19 buts et une moyenne de 7.21 sur la saison produisent cet effet. Les espaces d’avant ont disparu ; il marque quand même, et c’est à cela qu’on reconnaît les vrais.
Il ne s'agissait pas de football, et tous ceux qui ont vu la scène le savent. Deux hommes qui doivent jouer ensemble samedi se sont dit cette semaine au Molde des choses qui prendront plus d'une semaine à effacer.
Besiktas a tenu l'avantage 2 minutes, ce qui n'est pas assez pour en profiter. Le Molde a répondu avant la fin de la célébration, et la physionomie de l'après-midi a changé avec.
106 jours selon l'estimation, et une longue année de rééducation, privée et sans gloire, que personne ne regarde. Le Molde perd un footballeur ; lui perd bien davantage qu'une saison.
19 sans défaite sur sa propre pelouse. Le terrain n'a pas changé ; le public si — plus bruyant plus tôt, et plus prompt à sentir quand l'adversaire préférerait être ailleurs.
1‑1 face à Panathinaikos, sous les projecteurs, contre des gens qui ne parlent pas la même langue que le public. C'est à ces soirées qu'un club mesure sa décennie, et il n'y en a jamais autant qu'on l'espère.
Brutal, sans ambiguïté et, malgré l'horreur de l'instant, généralement moins déterminant pour une carrière que le ligament que tout le monde redoute davantage. 20 jours, un calendrier net et une date de retour sur laquelle on peut réellement planifier.
Notes des joueurs08/10/2040
Doublé, et l'après-midi appartient à Gustav Nyheim — 8.21
Il y a un silence très particulier dans un parcage visiteur qui regarde un homme marquer deux fois. Gustav Nyheim l'a provoqué, et le 8.21 à côté de son nom est plutôt généreux pour tous les autres.
Il y a un âge à partir duquel chaque bon après-midi est décrit comme un retour en arrière, ce qui est injuste et également exact. 8.45 à 33 ans, et personne sur le terrain n'a fait mieux.
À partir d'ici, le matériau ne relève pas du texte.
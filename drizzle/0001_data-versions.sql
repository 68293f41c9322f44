CREATE TABLE "data_versions" (
	"name" text PRIMARY KEY NOT NULL,
	"version" bigint DEFAULT 0 NOT NULL
);
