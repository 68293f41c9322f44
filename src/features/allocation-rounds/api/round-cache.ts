import type { QueryClient } from '@tanstack/react-query';
import type { RoundView } from '../../../../shared/schemas/allocation';
import { roundKeys } from './keys';

/**
 * Every round endpoint answers with the whole round: put it in the cache as it is (no second
 * request), and refresh the lists, whose counts may have changed.
 */
export function storeRound(queryClient: QueryClient, round: RoundView) {
  queryClient.setQueryData(roundKeys.detail(round.id), round);
  return queryClient.invalidateQueries({ queryKey: roundKeys.lists() });
}
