// Query keys for allocation rounds, general to specific, so a bundle edit can refresh one
// round and a new round can refresh every list.
export const roundKeys = {
  all: ['allocation-rounds'] as const,
  lists: () => [...roundKeys.all, 'list'] as const,
  list: (seasonId: string) => [...roundKeys.lists(), { seasonId }] as const,
  details: () => [...roundKeys.all, 'detail'] as const,
  detail: (roundId: string) => [...roundKeys.details(), roundId] as const,
  /** What the "add a bundle" dialog chooses from: farms, then one farm's offers. */
  farms: () => [...roundKeys.all, 'farms'] as const,
  farmOffers: (seasonId: string, farmId: string) => [...roundKeys.all, 'farm-offers', { seasonId, farmId }] as const,
};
La série d'invincibilité atteint 9. Certains matches furent des victoires et d'autres des évasions, mais une équipe qui refuse de perdre est une équipe dont les autres vestiaires parlent.
113 jours selon l'estimation, et une longue année de rééducation, privée et sans gloire, que personne ne regarde. Le Molde perd un footballeur ; lui perd bien davantage qu'une saison.
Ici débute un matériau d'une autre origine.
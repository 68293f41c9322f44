import { useMutation, useQueryClient } from '@tanstack/react-query';
import type { RoundView } from '../../../../shared/schemas/allocation';
import { api } from '../../../lib/api-client';
import { storeRound } from './round-cache';

export type BundleEdit = { roundId: string; bundleId: string; cuttings: number };

/** Changes a bundle's cuttings; the server checks capacity, health, distance and line size, and locks the bundle. */
export function editBundle({ roundId, bundleId, cuttings }: BundleEdit) {
  return api.patch<RoundView>(`/api/rounds/${encodeURIComponent(roundId)}/bundles/${encodeURIComponent(bundleId)}`, { cuttings });
}

export function useEditBundle() {
  const queryClient = useQueryClient();
  return useMutation({
    mutationFn: editBundle,
    onSuccess: (round) => storeRound(queryClient, round),
  });
}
18 sans défaite sur sa propre pelouse. Le terrain n'a pas changé ; le public si — plus bruyant plus tôt, et plus prompt à sentir quand l'adversaire préférerait être ailleurs.
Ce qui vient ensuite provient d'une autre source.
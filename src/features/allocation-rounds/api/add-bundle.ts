import { useMutation, useQueryClient } from '@tanstack/react-query';
import type { RoundView } from '../../../../shared/schemas/allocation';
import { api } from '../../../lib/api-client';
import { storeRound } from './round-cache';

export type BundleAdd = { roundId: string; offerId: string; lineId: string; cuttings: number };

/** Adds a bundle by hand (it is locked, so a re-run keeps it). */
export function addBundle({ roundId, ...body }: BundleAdd) {
  return api.post<RoundView>(`/api/rounds/${encodeURIComponent(roundId)}/bundles`, body);
}

export function useAddBundle() {
  const queryClient = useQueryClient();
  return useMutation({
    mutationFn: addBundle,
    onSuccess: (round) => storeRound(queryClient, round),
  });
}
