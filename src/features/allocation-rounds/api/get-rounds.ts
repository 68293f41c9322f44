import { queryOptions, useQuery } from '@tanstack/react-query';
import type { RoundSummary } from '../../../../shared/schemas/allocation';
import { api } from '../../../lib/api-client';
import { roundKeys } from './keys';

export function getRounds(seasonId: string, signal?: AbortSignal) {
  return api.get<{ items: RoundSummary[]; total: number }>(`/api/seasons/${encodeURIComponent(seasonId)}/rounds`, { signal });
}

export const roundsQueryOptions = (seasonId: string) =>
  queryOptions({
    queryKey: roundKeys.list(seasonId),
    queryFn: ({ signal }) => getRounds(seasonId, signal),
  });

export function useRounds(seasonId: string) {
  return useQuery(roundsQueryOptions(seasonId));
}
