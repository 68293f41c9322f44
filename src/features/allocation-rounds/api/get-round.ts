import { queryOptions, useQuery } from '@tanstack/react-query';
import type { RoundView } from '../../../../shared/schemas/allocation';
import { api } from '../../../lib/api-client';
import { roundKeys } from './keys';

/** The solver is at work: a stage is reported, or the round is a draft that has not failed. */
export function isSolving(round: Pick<RoundView, 'running' | 'status' | 'error'>): boolean {
  return round.running !== null || (round.status === 'draft' && !round.error);
}

export function getRound(roundId: string, signal?: AbortSignal) {
  return api.get<RoundView>(`/api/rounds/${encodeURIComponent(roundId)}`, { signal });
}

export const roundQueryOptions = (roundId: string) =>
  queryOptions({
    queryKey: roundKeys.detail(roundId),
    queryFn: ({ signal }) => getRound(roundId, signal),
    // Ask every second while the server is solving, so the stage and the timer move on.
    refetchInterval: (query) => (query.state.data && isSolving(query.state.data) ? 1000 : false),
  });

export function useRound(roundId: string) {
  return useQuery(roundQueryOptions(roundId));
}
Les os se ressoudent. C'est la seule chose clémente dans cette blessure et la raison pour laquelle le Molde en parlera plus ouvertement que d'un genou. Il reviendra, et à peu près quand ils le disent.
19 buts et une moyenne de 7.24 sur la saison produisent cet effet. Les espaces d’avant ont disparu ; il marque quand même, et c’est à cela qu’on reconnaît les vrais.
Les clubs se sont entendus, et il ne reste que des formalités : une visite médicale, une photo, une signature. Personne à Molde ne fait semblant de croire qu'il reportera ce maillot.
Il ne s'agissait pas de football, et tous ceux qui ont vu la scène le savent. Deux hommes qui doivent jouer ensemble samedi se sont dit cette semaine au Molde des choses qui prendront plus d'une semaine à effacer.
Brutal, sans ambiguïté et, malgré l'horreur de l'instant, généralement moins déterminant pour une carrière que le ligament que tout le monde redoute davantage. 61 jours, un calendrier net et une date de retour sur laquelle on peut réellement planifier.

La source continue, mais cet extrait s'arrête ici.